Linear Independence for functions defined by integration I came across this problem while doing some work. I'm been unable to make any progression on it. Any suggestions would be greatly appreciated. 
Given that the set of strictly positive and continuous functions $$f_i(x,y) >0, \quad i=1,\dots,n$$
are linearly independent for $(x,y)  \in [0,1]^2$. Let $g_i$ be defined by
$$
g_i(x) = \int_{y\in [0,1] } f_i(x,y) d y, \quad  i=1,\dots,n
$$
where $g_i$ is unique up to some positive multiple (There is a better way to say this?, say $g_i(x) \neq c g_j(x)$ for some $c >0$ and $i$ &  $j \in \left\{1,\ldots,n\right\}$ and $x \in(0,1)$ )
Is the set of functions, $g_1,\ldots,g_n$, also linearly independent for $x \in [0,1]$? 
 A: No, not in general.
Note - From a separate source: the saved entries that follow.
package ephemeris

import "math"

// All matrices here turn GCRS vectors into the frame they name; t is TT in
// Julian centuries since J2000.0. Precession and frame bias are IAU 2006 as
// Fukushima-Williams angles (Hilton et al. 2006, Celest. Mech. Dyn. Astron.
// 94, 351; Wallace & Capitaine 2006, A&A 459, 981).

// precessionAngles returns gamma-bar, phi-bar and psi-bar, rad.
func precessionAngles(t float64) (gamma, phi, psi float64) {
	gamma = -0.052928 + t*(10.556378+t*(0.4932044+t*(-0.00031238+t*(-0.000002788+0.0000000260*t))))
	phi = 84381.412819 + t*(-46.811016+t*(0.0511268+t*(0.00053289+t*(-0.000000440-0.0000000176*t))))
	psi = -0.041775 + t*(5038.481484+t*(1.5584175+t*(-0.00018522+t*(-0.000026452-0.0000000148*t))))
	return gamma * arcsec, phi * arcsec, psi * arcsec
}

// MeanEcliptic turns to the mean ecliptic and equinox of date.
func MeanEcliptic(t float64) Mat {
	gamma, phi, psi := precessionAngles(t)
	return turnZ(-psi).Mul(turnX(phi)).Mul(turnZ(gamma))
}

// MeanEquator turns to the mean equator and equinox of date.
func MeanEquator(t float64) Mat { return turnX(-MeanObliquity(t)).Mul(MeanEcliptic(t)) }

// TrueEquator turns to the true equator and equinox of date.
func TrueEquator(t float64) Mat {
	dpsi, deps := Nutation(t)
	gamma, phi, psi := precessionAngles(t)
	return turnX(-(MeanObliquity(t) + deps)).Mul(turnZ(-(psi + dpsi))).Mul(turnX(phi)).Mul(turnZ(gamma))
}

// TrueEcliptic turns to the ecliptic of date with the true equinox, in which
// apparent ecliptic longitudes are counted.
func TrueEcliptic(t float64) Mat {
	dpsi, _ := Nutation(t)
	return turnZ(-dpsi).Mul(MeanEcliptic(t))
}

// CelestialToIntermediate turns to the celestial intermediate frame: true
// equator, right ascension from the celestial intermediate origin. Error
// against IAU 2006/2000A in 1972-2060: rms 0.4 mas, max 1 mas an element, that
// of Nutation.
func CelestialToIntermediate(t float64) Mat {
	m := TrueEquator(t)
	return intermediate(m[2], locator(t, m[2]))
}

// intermediate builds the frame from its pole and the locator of its origin.
func intermediate(pole Vec, s float64) Mat {
	r2 := pole[0]*pole[0] + pole[1]*pole[1]
	e := 0.0
	if r2 > 0 {
		e = math.Atan2(pole[1], pole[0])
	}
	return turnZ(-(e + s)).Mul(turnY(math.Atan(math.Sqrt(r2 / (1 - r2))))).Mul(turnZ(e))
}

// EquationOfOrigins returns ERA - GAST, rad: the right ascension of the
// celestial intermediate origin, sign changed. Source: Wallace & Capitaine
// 2006, A&A 459, 981, eq. 16.
func EquationOfOrigins(t float64) float64 {
	m := TrueEquator(t)
	return equationOfOrigins(m, locator(t, m[2]))
}

func equationOfOrigins(m Mat, s float64) float64 {
	x, y, z := m[2][0], m[2][1], m[2][2]
	a := x / (1 + z)
	sigma := Vec{1 - a*x, -a * y, -x}
	return s - math.Atan2(m[1].Dot(sigma), m[0].Dot(sigma))
}

// locatorTerm is one term of s + XY/2: power of t, multiples of l', F, D and
// Omega, sine and cosine amplitude in microarcseconds.
type locatorTerm struct {
	power        int
	l, lp        float64
	f, d, om     float64
	sine, cosine float64
}

// locatorTerms are those above 0.9 microarcseconds of IAU 2006's series for
// the locator (Capitaine et al. 2003, A&A 400, 1145, adjusted 2006; figures
// checked against ERFA's s06).
var locatorTerms = [...]locatorTerm{
	{0, 0, 0, 0, 0, 1, -2640.73, 0.39},
	{0, 0, 0, 0, 0, 2, -63.53, 0.02},
	{0, 0, 0, 2, -2, 3, -11.75, -0.01},
	{0, 0, 0, 2, -2, 1, -11.21, -0.01},
	{0, 0, 0, 2, -2, 2, 4.57, 0},
	{0, 0, 0, 2, 0, 3, -2.02, 0},
	{0, 0, 0, 2, 0, 1, -1.98, 0},
	{0, 0, 0, 0, 0, 3, 1.72, 0},
	{0, 0, 1, 0, 0, 1, 1.41, 0.01},
	{0, 0, 1, 0, 0, -1, 1.26, 0.01},
	{1, 0, 0, 0, 0, 2, -0.07, 3.57},
	{1, 0, 0, 0, 0, 1, 1.73, -0.03},
	{2, 0, 0, 0, 0, 1, 743.52, -0.17},
	{2, 0, 0, 2, -2, 2, 56.91, 0.06},
	{2, 0, 0, 2, 0, 2, 9.84, -0.01},
	{2, 0, 0, 0, 0, 2, -8.85, 0.01},
	{2, 0, 1, 0, 0, 0, -6.38, -0.05},
	{2, 1, 0, 0, 0, 0, -3.07, 0},
	{2, 0, 1, 2, -2, 2, 2.23, 0},
	{2, 0, 0, 2, 0, 1, 1.67, 0},
	{2, 1, 0, 2, 0, 2, 1.30, 0},
	{3, 0, 0, 0, 0, 1, 0.30, -23.42},
	{3, 0, 0, 2, -2, 2, -0.03, -1.46},
}

// locator returns the position s of the celestial intermediate origin on the
// equator whose pole is given, rad; error under 5 microarcseconds.
func locator(t float64, pole Vec) float64 {
	l, lp, f, d, om := moonSunArguments(t)
	w := [...]float64{94.00, 3808.65, -122.68, -72574.11, 27.98, 15.62}
	for i := range locatorTerms {
		n := &locatorTerms[i]
		s, c := math.Sincos(n.l*l + n.lp*lp + n.f*f + n.d*d + n.om*om)
		w[n.power] += n.sine*s + n.cosine*c
	}
	p := w[0] + t*(w[1]+t*(w[2]+t*(w[3]+t*(w[4]+t*w[5]))))
	return p*1e-6*arcsec - pole[0]*pole[1]/2
}

// turnX, turnY and turnZ turn the axes by an angle about one of them.
func turnX(a float64) Mat {
	s, c := math.Sincos(a)
	return Mat{{1, 0, 0}, {0, c, s}, {0, -s, c}}
}

func turnY(a float64) Mat {
	s, c := math.Sincos(a)
	return Mat{{c, 0, -s}, {0, 1, 0}, {s, 0, c}}
}

func turnZ(a float64) Mat {
	s, c := math.Sincos(a)
	return Mat{{c, s, 0}, {-s, c, 0}, {0, 0, 1}}
}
For $n$ a natural number greater than or equal to $3$, let
$$f_i(x,y) = \left\{ \begin{array}{l l} (i+1)(xy)^i + (i+1)y^i & \text{for $i \in \{1,...,n-1\}$}\\
\sum_{j=1}^{n-1} (j+1)(xy)^j + (n-1)& \text{for $i=n$}\end{array}\right.$$
Then the the functions $f_1,...,f_n$ are linearly independent. Let us see why this is so. For any linear combination we have:
$$\sum_{i=1}^n a_i f_i(x,y) = \sum_{i=1}^{n-1}(a_i+a_n)(i+1)(xy)^i + \sum_{i=1}^{n-1}a_i(i+1)y^i +a_n(n-1)$$
and since a polynomial is zero if and only if all its coefficients are zero we see that the linear combination is zero if and only if $a_1=a_2=..=a_n=0$.
 However the functions
$$g_i(x) = \left\{\begin{array}{l l} x^i+1 & \text{for $i\in\{1,..,n-1\}$}\\
\sum_{j=1}^{n-1}x^j + (n-1) & \text{for $i=n$}\end{array}\right.$$
are linearly dependent since $$\sum_{i=1}^{n-1} g_i(x) = g_n(x).$$ One can show more that any $n-1$ of the $g_i$'s are linearly independent (which is much stronger that your requirement that none of them are scalar multiples of each other).
From one of your comments "I believe the solution relies on the fact that the mapping from $f_i$ to $g_i$ is an isomorphism" it seems that you perhaps wanted to ask a different question (since definite integration is far from injective). Perhaps you wanted to ask if $f_i:[0,1]\times [0,1]\to \mathbb{R}$ and $g_i : [0,1]\times [0,1] \to \mathbb{R}$ for $i \in \{1,..,n\}$ are functions such that the partial derivative of $g_i$ with respect to $y$ is $f_i$, then $f_1,..,f_n$ being linearly independent implies $g_1,..,g_n$ are linearly independent. This is indeed so since $\sum_{i=1}^n a_ig_i(x,y) = 0$ implies (by taking the partial derivative) that $\sum_{i=1}^{n} a_i f_i(x,y)=0$ which then implies that $a_1=a_2=..=a_n=0$.
A: No, it is not (always) linear independent.
Take $f_1(x,y) := 1+y^2$ and $f_2 = 1+(y-1)^2$ (on $[0,1]^2$).
As far as I understood it, $S:=\{f_1,f_2\}$ is good to go.  
$$g_1(x) = 1.5 = g_2(x)\quad \forall x \in [0,1].$$
So this proposition can't be true.
Possible explanation (no proof)
You lose information during integration, so they lose their distinction.
The $f_1(x,1-y)=f_2(x,y)\quad \forall x \in[0,1]^2$ is the problem here. The symmetry of the integral kills the difference.